Density estimation using cellular binary trees and an application to monotone densities
Luc Devroye, Jad Hamdan
TL;DR
This work develops and analyzes binary-tree-based density estimators on the unit interval, restricted to dyadic partitions and a cellular computation model. It introduces a universally consistent complexity-one estimator (randomized splitting based on the interval count) and a complexity-two estimator tailored for monotone densities, achieving the minimax-rate bound up to constants with an $O(n^{-1/3})$ total-variation-type error that scales with the bound $B=f(0)$. The analysis leverages connections to Galton–Watson branching processes and an infinite deterministic tree to obtain finite-tree size, error bounds, and sublinear-time algorithms, including a sorted-data implementation with $O(n^{1/3}\log n)$ runtime. The results establish a principled framework for cellular, distributed density estimation and outline extensions to broader shape constraints and higher dimensions.
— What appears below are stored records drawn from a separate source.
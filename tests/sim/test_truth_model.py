"""The truth contract: sim.truth.world.TruthWorld and the tests' stand-in both implement
sim.truth.model.TruthModel, method by method with compatible signatures, so the stand-in the
fast tests fly cannot drift from the real truth (no JVM needed: the classes are inspected)."""

from __future__ import annotations

import inspect

import pytest

from sim.truth.model import TRUTH_METHODS, TruthModel
from tests.conftest import FakeTruthWorld


def _params(fn):
    return [p for p in inspect.signature(fn).parameters.values() if p.name != "self"]


def _compatible(impl, proto) -> list[str]:
    """Problems of ``impl`` against ``proto``: every protocol parameter accepted by name in the
    same position, extra parameters of the implementation optional."""
    out = []
    pi, pp = _params(impl), _params(proto)
    for k, p in enumerate(pp):
        if k >= len(pi) or pi[k].name != p.name:
            out.append(f"parameter {k} should be {p.name!r}, is "
                       f"{pi[k].name if k < len(pi) else 'missing'!r}")
    for p in pi[len(pp):]:
        if p.default is inspect.Parameter.empty and p.kind not in (p.VAR_POSITIONAL, p.VAR_KEYWORD):
            out.append(f"extra parameter {p.name!r} has no default")
    return out


def test_protocol_lists_every_method():
    declared = {n for n, v in vars(TruthModel).items() if inspect.isfunction(v) and not n.startswith("_")}
    assert declared == set(TRUTH_METHODS)


@pytest.mark.parametrize("cls_path", ["sim.truth.world:TruthWorld", "tests.conftest:FakeTruthWorld"])
def test_truth_implementations_match_the_protocol(cls_path):
    import importlib

    mod, _, name = cls_path.partition(":")
    try:
        cls = getattr(importlib.import_module(mod), name)
    except ImportError as exc:  # the real world needs orekit-jpype installed (not the JVM)
        pytest.skip(f"{mod}: {exc}")
    problems = {}
    for m in TRUTH_METHODS:
        impl = getattr(cls, m, None)
        if impl is None:
            problems[m] = ["missing"]
            continue
        p = _compatible(impl, getattr(TruthModel, m))
        if p:
            problems[m] = p
    assert problems == {}


def test_the_checker_catches_a_drifted_stand_in():
    class Drifted(FakeTruthWorld):
        def set_impulses(self, who, impulses):  # renamed parameter
            pass

    assert _compatible(Drifted.set_impulses, TruthModel.set_impulses)
    assert not hasattr(type("Bare", (), {}), "start_early")


def test_stand_in_instances_are_truth_models(repo_root):
    from sim.scenario.reader import load_scenario

    cfg = load_scenario(repo_root / "scenarios" / "demo_formation.toml")
    assert isinstance(FakeTruthWorld(cfg), TruthModel)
The contributions bridge nonparametric density estimation, partition-based histograms, and branching-process techniques, highlighting practical estimability under minimal smoothness assumptions.
Abstract
Consider a density $f$ on $[0,1]$ that must be estimated from an i.i.d. sample $X_1,...,X_n$ drawn from $f$. In this note, we study binary-tree-based histogram estimates that use recursive splitting of intervals. If the decision to split an interval is a (possibly randomized) function of the number of data points in the interval only, then we speak of an estimate of complexity one. We exhibit a universally consistent estimate of complexity one. If the decision to split is a function of the cardinalities of k equal-length sub-intervals, then we speak of an estimate of complexity k. We propose an estimate of complexity two that can estimate any bounded monotone density on $[0,1]$ with optimal expected total variation error $O(n^{-1/3})$.